Entries taken from a collection
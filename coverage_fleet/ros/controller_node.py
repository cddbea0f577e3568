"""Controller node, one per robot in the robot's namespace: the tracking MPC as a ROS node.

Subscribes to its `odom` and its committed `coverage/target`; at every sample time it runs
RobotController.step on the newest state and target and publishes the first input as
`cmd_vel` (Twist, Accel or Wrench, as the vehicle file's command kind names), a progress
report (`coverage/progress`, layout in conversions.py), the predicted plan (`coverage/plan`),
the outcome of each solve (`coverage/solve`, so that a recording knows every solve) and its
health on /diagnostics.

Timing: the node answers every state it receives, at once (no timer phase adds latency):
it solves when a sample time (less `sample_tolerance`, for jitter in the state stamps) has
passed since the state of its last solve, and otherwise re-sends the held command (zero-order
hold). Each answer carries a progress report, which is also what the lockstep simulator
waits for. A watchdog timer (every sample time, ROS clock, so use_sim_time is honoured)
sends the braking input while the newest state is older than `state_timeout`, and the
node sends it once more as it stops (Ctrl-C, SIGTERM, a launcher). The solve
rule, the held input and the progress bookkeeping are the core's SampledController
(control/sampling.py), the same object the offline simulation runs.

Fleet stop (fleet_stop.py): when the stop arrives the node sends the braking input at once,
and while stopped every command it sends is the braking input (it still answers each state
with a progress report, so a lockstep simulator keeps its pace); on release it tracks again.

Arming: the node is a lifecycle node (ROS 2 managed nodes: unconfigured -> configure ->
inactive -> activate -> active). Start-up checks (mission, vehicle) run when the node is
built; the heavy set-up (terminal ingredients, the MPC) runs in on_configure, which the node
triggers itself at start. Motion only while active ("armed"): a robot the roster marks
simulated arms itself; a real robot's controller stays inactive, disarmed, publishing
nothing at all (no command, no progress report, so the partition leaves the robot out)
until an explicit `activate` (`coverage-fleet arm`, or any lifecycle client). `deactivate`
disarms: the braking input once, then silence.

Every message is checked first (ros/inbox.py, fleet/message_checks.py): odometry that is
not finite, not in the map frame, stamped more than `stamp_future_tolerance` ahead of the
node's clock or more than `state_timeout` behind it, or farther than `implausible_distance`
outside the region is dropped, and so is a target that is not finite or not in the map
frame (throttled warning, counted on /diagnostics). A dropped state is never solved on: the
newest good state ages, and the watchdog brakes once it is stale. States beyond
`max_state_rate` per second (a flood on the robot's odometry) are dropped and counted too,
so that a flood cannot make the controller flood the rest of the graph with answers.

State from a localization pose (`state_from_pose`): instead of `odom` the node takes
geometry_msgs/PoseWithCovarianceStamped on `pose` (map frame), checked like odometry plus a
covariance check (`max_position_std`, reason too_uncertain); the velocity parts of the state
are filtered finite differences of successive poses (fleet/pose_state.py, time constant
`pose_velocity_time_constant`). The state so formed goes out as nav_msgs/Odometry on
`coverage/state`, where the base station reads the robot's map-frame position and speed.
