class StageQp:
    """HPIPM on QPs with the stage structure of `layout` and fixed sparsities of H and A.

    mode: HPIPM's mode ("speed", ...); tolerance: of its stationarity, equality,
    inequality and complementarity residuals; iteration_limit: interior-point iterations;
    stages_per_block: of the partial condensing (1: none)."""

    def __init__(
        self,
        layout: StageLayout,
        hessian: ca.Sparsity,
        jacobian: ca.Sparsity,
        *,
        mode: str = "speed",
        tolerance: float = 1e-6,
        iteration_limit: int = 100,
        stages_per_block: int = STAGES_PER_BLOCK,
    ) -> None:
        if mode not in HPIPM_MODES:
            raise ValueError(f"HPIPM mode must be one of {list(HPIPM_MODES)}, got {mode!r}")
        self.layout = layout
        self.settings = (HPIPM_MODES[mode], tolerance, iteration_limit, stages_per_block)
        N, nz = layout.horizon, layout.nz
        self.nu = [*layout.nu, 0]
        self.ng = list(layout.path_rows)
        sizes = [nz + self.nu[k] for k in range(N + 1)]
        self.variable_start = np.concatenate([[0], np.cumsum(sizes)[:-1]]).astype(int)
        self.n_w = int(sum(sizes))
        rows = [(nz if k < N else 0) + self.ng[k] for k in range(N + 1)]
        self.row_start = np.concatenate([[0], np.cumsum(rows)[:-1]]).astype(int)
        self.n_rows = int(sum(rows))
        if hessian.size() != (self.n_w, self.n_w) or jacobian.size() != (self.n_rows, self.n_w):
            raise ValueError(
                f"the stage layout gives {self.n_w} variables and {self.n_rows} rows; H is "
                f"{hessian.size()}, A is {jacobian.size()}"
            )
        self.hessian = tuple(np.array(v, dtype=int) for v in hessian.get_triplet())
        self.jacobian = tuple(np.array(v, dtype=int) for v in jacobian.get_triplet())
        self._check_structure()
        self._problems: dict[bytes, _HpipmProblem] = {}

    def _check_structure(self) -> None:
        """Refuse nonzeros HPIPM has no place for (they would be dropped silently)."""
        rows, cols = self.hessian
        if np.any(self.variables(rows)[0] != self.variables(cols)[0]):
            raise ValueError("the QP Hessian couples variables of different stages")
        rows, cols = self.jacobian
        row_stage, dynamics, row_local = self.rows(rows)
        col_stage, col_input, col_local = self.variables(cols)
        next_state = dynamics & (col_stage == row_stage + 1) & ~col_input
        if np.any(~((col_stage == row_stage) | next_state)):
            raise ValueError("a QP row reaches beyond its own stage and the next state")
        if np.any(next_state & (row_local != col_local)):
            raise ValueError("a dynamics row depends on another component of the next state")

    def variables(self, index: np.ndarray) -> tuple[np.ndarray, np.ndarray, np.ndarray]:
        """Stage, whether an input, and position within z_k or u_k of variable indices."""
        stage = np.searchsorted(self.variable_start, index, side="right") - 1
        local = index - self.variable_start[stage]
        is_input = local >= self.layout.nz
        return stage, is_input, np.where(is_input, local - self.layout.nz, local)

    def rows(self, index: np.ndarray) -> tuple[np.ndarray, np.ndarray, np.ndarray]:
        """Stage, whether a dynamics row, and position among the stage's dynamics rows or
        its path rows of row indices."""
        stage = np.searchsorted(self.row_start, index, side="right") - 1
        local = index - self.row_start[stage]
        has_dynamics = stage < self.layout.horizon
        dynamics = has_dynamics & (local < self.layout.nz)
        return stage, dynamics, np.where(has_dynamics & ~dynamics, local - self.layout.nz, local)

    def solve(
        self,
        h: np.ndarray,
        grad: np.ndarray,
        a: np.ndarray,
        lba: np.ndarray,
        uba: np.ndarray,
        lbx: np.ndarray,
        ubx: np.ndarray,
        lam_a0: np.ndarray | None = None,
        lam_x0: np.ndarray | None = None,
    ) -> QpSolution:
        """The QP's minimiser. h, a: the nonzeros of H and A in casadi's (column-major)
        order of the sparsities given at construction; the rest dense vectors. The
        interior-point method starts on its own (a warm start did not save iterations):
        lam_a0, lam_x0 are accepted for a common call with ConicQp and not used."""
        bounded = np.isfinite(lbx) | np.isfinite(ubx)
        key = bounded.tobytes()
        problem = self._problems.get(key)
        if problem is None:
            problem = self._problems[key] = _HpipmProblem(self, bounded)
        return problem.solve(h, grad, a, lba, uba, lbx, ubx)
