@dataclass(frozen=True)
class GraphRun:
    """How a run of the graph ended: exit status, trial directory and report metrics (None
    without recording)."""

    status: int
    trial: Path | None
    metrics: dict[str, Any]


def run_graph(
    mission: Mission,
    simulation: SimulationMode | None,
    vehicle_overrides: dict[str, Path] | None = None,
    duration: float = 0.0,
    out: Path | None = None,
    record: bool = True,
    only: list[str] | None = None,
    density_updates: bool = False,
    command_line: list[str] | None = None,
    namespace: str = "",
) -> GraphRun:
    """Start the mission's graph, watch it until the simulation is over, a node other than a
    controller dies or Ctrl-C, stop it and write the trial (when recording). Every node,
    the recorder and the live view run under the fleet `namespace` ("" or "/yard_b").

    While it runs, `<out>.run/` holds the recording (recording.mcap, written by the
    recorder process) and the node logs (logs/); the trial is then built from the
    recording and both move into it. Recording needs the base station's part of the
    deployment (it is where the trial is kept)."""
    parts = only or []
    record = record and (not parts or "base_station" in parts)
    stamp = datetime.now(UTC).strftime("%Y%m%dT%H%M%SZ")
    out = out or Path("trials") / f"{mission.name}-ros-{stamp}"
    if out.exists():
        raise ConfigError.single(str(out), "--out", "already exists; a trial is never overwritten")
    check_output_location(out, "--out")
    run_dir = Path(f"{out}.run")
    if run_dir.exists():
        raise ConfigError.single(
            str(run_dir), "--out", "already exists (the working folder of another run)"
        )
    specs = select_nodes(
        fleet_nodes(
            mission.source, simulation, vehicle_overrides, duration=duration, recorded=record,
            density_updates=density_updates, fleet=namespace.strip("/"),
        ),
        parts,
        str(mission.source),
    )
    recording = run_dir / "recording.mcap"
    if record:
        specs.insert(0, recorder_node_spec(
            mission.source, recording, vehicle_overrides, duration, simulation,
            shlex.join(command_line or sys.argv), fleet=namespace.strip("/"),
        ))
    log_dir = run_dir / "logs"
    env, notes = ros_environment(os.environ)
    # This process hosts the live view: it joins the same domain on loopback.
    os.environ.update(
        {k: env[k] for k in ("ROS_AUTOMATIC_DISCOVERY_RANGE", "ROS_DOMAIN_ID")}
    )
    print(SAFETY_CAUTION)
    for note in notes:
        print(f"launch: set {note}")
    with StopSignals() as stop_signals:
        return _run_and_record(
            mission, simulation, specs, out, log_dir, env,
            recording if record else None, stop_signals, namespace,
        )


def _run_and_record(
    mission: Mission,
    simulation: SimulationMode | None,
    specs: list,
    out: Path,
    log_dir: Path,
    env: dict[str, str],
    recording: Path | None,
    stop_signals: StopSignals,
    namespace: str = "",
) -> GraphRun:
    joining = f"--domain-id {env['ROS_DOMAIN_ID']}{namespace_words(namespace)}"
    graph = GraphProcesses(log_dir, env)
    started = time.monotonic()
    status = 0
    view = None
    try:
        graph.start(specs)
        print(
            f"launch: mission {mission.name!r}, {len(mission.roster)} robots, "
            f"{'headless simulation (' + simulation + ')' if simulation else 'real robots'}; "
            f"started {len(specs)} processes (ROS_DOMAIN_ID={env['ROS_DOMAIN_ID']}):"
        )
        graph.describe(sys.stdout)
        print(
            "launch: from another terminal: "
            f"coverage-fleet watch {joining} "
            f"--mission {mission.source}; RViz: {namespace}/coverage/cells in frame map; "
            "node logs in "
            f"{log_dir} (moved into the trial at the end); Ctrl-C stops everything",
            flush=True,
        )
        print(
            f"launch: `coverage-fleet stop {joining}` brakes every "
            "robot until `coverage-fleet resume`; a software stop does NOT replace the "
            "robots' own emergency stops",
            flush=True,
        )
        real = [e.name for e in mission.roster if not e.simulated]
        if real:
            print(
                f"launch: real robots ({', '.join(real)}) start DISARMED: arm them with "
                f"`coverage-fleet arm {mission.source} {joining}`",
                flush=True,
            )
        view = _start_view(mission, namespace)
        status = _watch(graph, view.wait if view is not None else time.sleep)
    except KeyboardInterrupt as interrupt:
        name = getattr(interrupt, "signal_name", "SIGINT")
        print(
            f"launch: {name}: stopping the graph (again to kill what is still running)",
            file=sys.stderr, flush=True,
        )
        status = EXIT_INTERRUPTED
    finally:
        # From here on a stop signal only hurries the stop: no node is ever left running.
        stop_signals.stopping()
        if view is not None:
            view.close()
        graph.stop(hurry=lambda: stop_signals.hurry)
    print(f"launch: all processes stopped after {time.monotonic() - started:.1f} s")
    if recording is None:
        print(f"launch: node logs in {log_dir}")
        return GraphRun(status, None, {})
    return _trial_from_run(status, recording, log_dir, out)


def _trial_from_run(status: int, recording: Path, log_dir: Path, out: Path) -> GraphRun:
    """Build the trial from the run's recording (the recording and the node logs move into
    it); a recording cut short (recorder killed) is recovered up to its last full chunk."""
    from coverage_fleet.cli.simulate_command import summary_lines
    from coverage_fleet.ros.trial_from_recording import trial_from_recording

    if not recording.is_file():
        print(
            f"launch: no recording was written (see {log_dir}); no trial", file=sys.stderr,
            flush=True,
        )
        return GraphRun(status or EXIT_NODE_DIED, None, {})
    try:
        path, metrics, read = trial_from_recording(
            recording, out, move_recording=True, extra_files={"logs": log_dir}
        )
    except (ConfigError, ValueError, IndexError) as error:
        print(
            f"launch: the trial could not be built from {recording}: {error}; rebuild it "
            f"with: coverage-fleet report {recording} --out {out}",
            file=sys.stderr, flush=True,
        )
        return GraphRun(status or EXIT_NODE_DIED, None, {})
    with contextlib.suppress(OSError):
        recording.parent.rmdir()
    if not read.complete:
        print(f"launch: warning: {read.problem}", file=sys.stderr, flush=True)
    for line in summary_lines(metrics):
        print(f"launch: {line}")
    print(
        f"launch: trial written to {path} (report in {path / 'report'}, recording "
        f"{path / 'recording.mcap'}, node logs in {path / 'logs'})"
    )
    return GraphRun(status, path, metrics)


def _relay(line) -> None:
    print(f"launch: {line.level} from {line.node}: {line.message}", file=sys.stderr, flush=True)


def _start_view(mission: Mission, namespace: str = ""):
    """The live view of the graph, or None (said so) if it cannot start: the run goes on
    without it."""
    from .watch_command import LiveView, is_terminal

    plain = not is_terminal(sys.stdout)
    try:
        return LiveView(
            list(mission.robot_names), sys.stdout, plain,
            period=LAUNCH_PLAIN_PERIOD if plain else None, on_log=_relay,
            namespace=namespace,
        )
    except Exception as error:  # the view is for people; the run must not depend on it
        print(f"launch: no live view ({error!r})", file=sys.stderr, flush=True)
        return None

Exercise
Output the lines above exactly, but only those between the line holding "has_dynamics = stage" and the line holding "order of the", inclusive.

Task solution
        has_dynamics = stage < self.layout.horizon
        dynamics = has_dynamics & (local < self.layout.nz)
        return stage, dynamics, np.where(has_dynamics & ~dynamics, local - self.layout.nz, local)

    def solve(
        self,
        h: np.ndarray,
        grad: np.ndarray,
        a: np.ndarray,
        lba: np.ndarray,
        uba: np.ndarray,
        lbx: np.ndarray,
        ubx: np.ndarray,
        lam_a0: np.ndarray | None = None,
        lam_x0: np.ndarray | None = None,
    ) -> QpSolution:
        """The QP's minimiser. h, a: the nonzeros of H and A in casadi's (column-major)
        order of the sparsities given at construction; the rest dense vectors. The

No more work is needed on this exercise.